(Source material)
+++++
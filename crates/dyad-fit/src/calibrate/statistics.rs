//! The rank statistics and interval coverage of simulation-based
//! calibration (Talts et al. 2018).

use rand::Rng;
use serde::Serialize;

use dyad_common::quantile::quantile_sorted;

use crate::error::{bail, FitError, Result};

/// Rank of `truth` among `draws`: the number of draws below it, ties
/// broken at random (Talts et al. 2018, Algorithm 1 and sec. 4.1).
pub fn rank_of<R: Rng + ?Sized>(truth: f64, draws: &[f64], rng: &mut R) -> usize {
    let below = draws.iter().filter(|&&d| d < truth).count();
    let ties = draws.iter().filter(|&&d| d == truth).count();
    below + if ties > 0 { rng.gen_range(0..=ties) } else { 0 }
}

/// Counts of ranks 0..=max_rank in `n_bins` bins (`bin = rank * n_bins /
/// (max_rank + 1)`, as in `dyad_report::plot_rank_histograms`), with the
/// expected count of each bin under uniform ranks.
pub fn binned_ranks(ranks: &[usize], max_rank: usize, n_bins: usize) -> (Vec<usize>, Vec<f64>) {
    let mut counts = vec![0usize; n_bins];
    for &r in ranks {
        counts[(r.min(max_rank) * n_bins / (max_rank + 1)).min(n_bins - 1)] += 1;
    }
    let mut width = vec![0usize; n_bins];
    for r in 0..=max_rank {
        width[r * n_bins / (max_rank + 1)] += 1;
    }
    let n = ranks.len() as f64;
    let expected = width
        .iter()
        .map(|&w| n * w as f64 / (max_rank + 1) as f64)
        .collect();
    (counts, expected)
}

/// Pearson's chi-square test of observed against expected counts: the
/// statistic, its degrees of freedom (bins - 1) and the upper-tail p-value
/// (Pearson 1900; any statistics text, e.g. NIST/SEMATECH e-Handbook of
/// Statistical Methods, sec. 1.3.5.15).
pub fn chi_square_test(counts: &[usize], expected: &[f64]) -> Result<(f64, usize, f64)> {
    use statrs::distribution::{ChiSquared, ContinuousCDF};
    if counts.len() < 2 || counts.len() != expected.len() {
        bail!("chi-square test needs at least two bins");
    }
    let statistic: f64 = counts
        .iter()
        .zip(expected)
        .map(|(&o, &e)| (o as f64 - e).powi(2) / e)
        .sum();
    let df = counts.len() - 1;
    let dist =
        ChiSquared::new(df as f64).map_err(|e| FitError::invalid(format!("chi-square: {e}")))?;
    Ok((statistic, df, dist.sf(statistic)))
}

/// Whether `truth` lies in the central `prob` interval of the sorted draws.
pub fn inside_central(sorted: &[f64], truth: f64, prob: f64) -> bool {
    let tail = 0.5 * (1.0 - prob);
    quantile_sorted(sorted, tail) <= truth && truth <= quantile_sorted(sorted, 1.0 - tail)
}

/// Coverage of a nominal probability: the fraction of `hits`, its binomial
/// standard error at the nominal value sqrt(p (1 - p) / n), and the
/// distance from nominal in standard errors.
#[derive(Debug, Clone, Copy, PartialEq, Serialize)]
pub struct Coverage {
    /// Nominal probability.
    pub nominal: f64,
    /// Observed fraction.
    pub fraction: f64,
    /// Binomial standard error at the nominal probability.
    pub standard_error: f64,
    /// (fraction - nominal) / standard_error.
    pub z: f64,
}

/// The coverage of `hits` at `nominal` (binomial standard error: common
/// practice).
pub fn coverage(hits: &[bool], nominal: f64) -> Coverage {
    let n = hits.len().max(1) as f64;
    let fraction = hits.iter().filter(|&&h| h).count() as f64 / n;
    let standard_error = (nominal * (1.0 - nominal) / n).sqrt();
    Coverage {
        nominal,
        fraction,
        standard_error,
        z: (fraction - nominal) / standard_error,
    }
}

#[cfg(test)]
mod tests {
    use super::*;
    use rand::SeedableRng;
    use rand_distr::{Distribution, Normal};
    use rand_xoshiro::Xoshiro256PlusPlus;

    #[test]
    fn rank_counts_draws_below_the_truth() {
        // Definition of the rank statistic (Talts et al. 2018, Algorithm 1).
        let mut rng = Xoshiro256PlusPlus::seed_from_u64(1);
        assert_eq!(rank_of(2.5, &[1.0, 2.0, 3.0, 4.0], &mut rng), 2);
        assert_eq!(rank_of(0.0, &[1.0, 2.0, 3.0], &mut rng), 0);
        assert_eq!(rank_of(9.0, &[1.0, 2.0, 3.0], &mut rng), 3);
        // Ties are broken at random over every position among the ties.
        let mut seen = [false; 3];
        for _ in 0..200 {
            seen[rank_of(2.0, &[2.0, 2.0], &mut rng)] = true;
        }
        assert_eq!(seen, [true, true, true]);
    }

    #[test]
    fn bins_match_the_plot_and_the_expected_counts_sum_to_n() {
        // 20 ranks 0..=19 into 5 bins of 4 ranks.
        let ranks: Vec<usize> = (0..20).collect();
        let (counts, expected) = binned_ranks(&ranks, 19, 5);
        assert_eq!(counts, vec![4; 5]);
        assert_eq!(expected, vec![4.0; 5]);
        // Unequal bins: ranks 0..=9 into 3 bins get widths 4, 3, 3.
        let (counts, expected) = binned_ranks(&(0..10).collect::<Vec<_>>(), 9, 3);
        assert_eq!(counts, vec![4, 3, 3]);
        assert!((expected.iter().sum::<f64>() - 10.0).abs() < 1e-12);
    }

    #[test]
    fn chi_square_p_values_match_the_table() {
        // Upper critical values of the chi-square distribution (NIST/SEMATECH
        // e-Handbook of Statistical Methods, table 1.3.6.7.4): 7.815 for
        // df = 3 and 16.919 for df = 9 at upper-tail probability 0.05.
        let (x, df, p) = chi_square_test(&[0, 0], &[1.0, 1.0]).expect("test runs");
        assert_eq!((x, df), (2.0, 1));
        // df = 1: P(chi2 > 2) = erfc(1) = 0.157299... (from memory)
        assert!((p - 0.157_299_207).abs() < 1e-6, "{p}");
        use statrs::distribution::{ChiSquared, ContinuousCDF};
        let sf3 = ChiSquared::new(3.0).expect("valid").sf(7.815);
        assert!((sf3 - 0.05).abs() < 2e-4, "{sf3}");
        let sf9 = ChiSquared::new(9.0).expect("valid").sf(16.919);
        assert!((sf9 - 0.05).abs() < 2e-4, "{sf9}");
        // Perfectly uniform counts: statistic 0, p = 1.
        let (x, _, p) = chi_square_test(&[5, 5, 5, 5], &[5.0; 4]).expect("test runs");
        assert_eq!(x, 0.0);
        assert!((p - 1.0).abs() < 1e-12);
    }

    #[test]
    fn central_intervals() {
        // Type-7 quantiles (Hyndman & Fan 1996) of an even grid on [0, 1].
        let grid: Vec<f64> = (0..=1000).map(|i| i as f64 / 1000.0).collect();
        assert!(inside_central(&grid, 0.5, 0.68));
        assert!(inside_central(&grid, 0.17, 0.68));
        assert!(!inside_central(&grid, 0.15, 0.68));
        assert!(inside_central(&grid, 0.03, 0.95));
        assert!(!inside_central(&grid, 0.02, 0.95));
    }

    #[test]
    fn coverage_and_its_binomial_error() {
        // 19 of 20 inside at nominal 0.95: fraction 0.95, se sqrt(0.95 0.05 / 20).
        let mut hits = vec![true; 19];
        hits.push(false);
        let c = coverage(&hits, 0.95);
        assert!((c.fraction - 0.95).abs() < 1e-12);
        assert!((c.standard_error - (0.95f64 * 0.05 / 20.0).sqrt()).abs() < 1e-12);
        assert!(c.z.abs() < 1e-9);
        let c = coverage(&[true, false, false, false], 0.5);
        // 1 of 4 at nominal 0.5: fraction 0.25, se sqrt(0.25 / 4) = 0.25, z = -1.
        assert!((c.z + 1.0).abs() < 1e-12);
    }

    /// SBC of a conjugate normal model, where the exact posterior is known:
    /// theta ~ N(0, 1), y ~ N(theta, 1) gives theta | y ~ N(y/2, 1/2)
    /// (any Bayesian text, e.g. Gelman et al., Bayesian Data Analysis, 3rd
    /// ed., sec. 2.5). `shift` and `scale` corrupt the posterior draws the
    /// way a sign error or a unit error in a pipeline would.
    fn conjugate_sbc(shift: f64, scale: f64) -> (f64, Coverage) {
        let mut rng = Xoshiro256PlusPlus::seed_from_u64(2024);
        let (n_sims, l, bins) = (400, 39, 8);
        let unit = Normal::new(0.0, 1.0).expect("valid");
        let mut ranks = Vec::new();
        let mut hits = Vec::new();
        for _ in 0..n_sims {
            let theta: f64 = unit.sample(&mut rng);
            let y = theta + unit.sample(&mut rng);
            let post = Normal::new(y / 2.0 + shift, scale * 0.5f64.sqrt()).expect("valid");
            let mut draws: Vec<f64> = (0..l).map(|_| post.sample(&mut rng)).collect();
            ranks.push(rank_of(theta, &draws, &mut rng));
            draws.sort_by(f64::total_cmp);
            hits.push(inside_central(&draws, theta, 0.68));
        }
        let (counts, expected) = binned_ranks(&ranks, l, bins);
        let (_, _, p) = chi_square_test(&counts, &expected).expect("test runs");
        (p, coverage(&hits, 0.68))
    }

    #[test]
    fn exact_posterior_passes_and_corrupted_posteriors_fail() {
        let (p, c) = conjugate_sbc(0.0, 1.0);
        assert!(p > 0.001, "exact posterior rejected: p = {p}");
        // 39 draws estimate the 68 % interval only roughly; within 4 sigma.
        assert!(c.z.abs() < 4.0, "{c:?}");
        // Biased posterior (shifted by one posterior sd): ranks pile up at one end.
        let (p, _) = conjugate_sbc(0.7, 1.0);
        assert!(p < 1e-6, "shifted posterior not detected: p = {p}");
        // Too narrow posterior (a unit error of a factor 2 in the error bars):
        // U-shaped ranks, and under-coverage.
        let (p, c) = conjugate_sbc(0.0, 0.5);
        assert!(p < 1e-6, "narrow posterior not detected: p = {p}");
        assert!(c.z < -4.0, "{c:?}");
    }
}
+++++
(Aim of the exercise) In the listing above, locate the line containing "assert!(!inside_central(&grid, 0.15, 0.68));" and the line containing "let c = coverage(&hits, 0.95);". Extract those two lines and every line between them, exactly as written, and only those.

(Output)
        assert!(!inside_central(&grid, 0.15, 0.68));
        assert!(inside_central(&grid, 0.03, 0.95));
        assert!(!inside_central(&grid, 0.02, 0.95));
    }

    #[test]
    fn coverage_and_its_binomial_error() {
        // 19 of 20 inside at nominal 0.95: fraction 0.95, se sqrt(0.95 0.05 / 20).
        let mut hits = vec![true; 19];
        hits.push(false);
        let c = coverage(&hits, 0.95);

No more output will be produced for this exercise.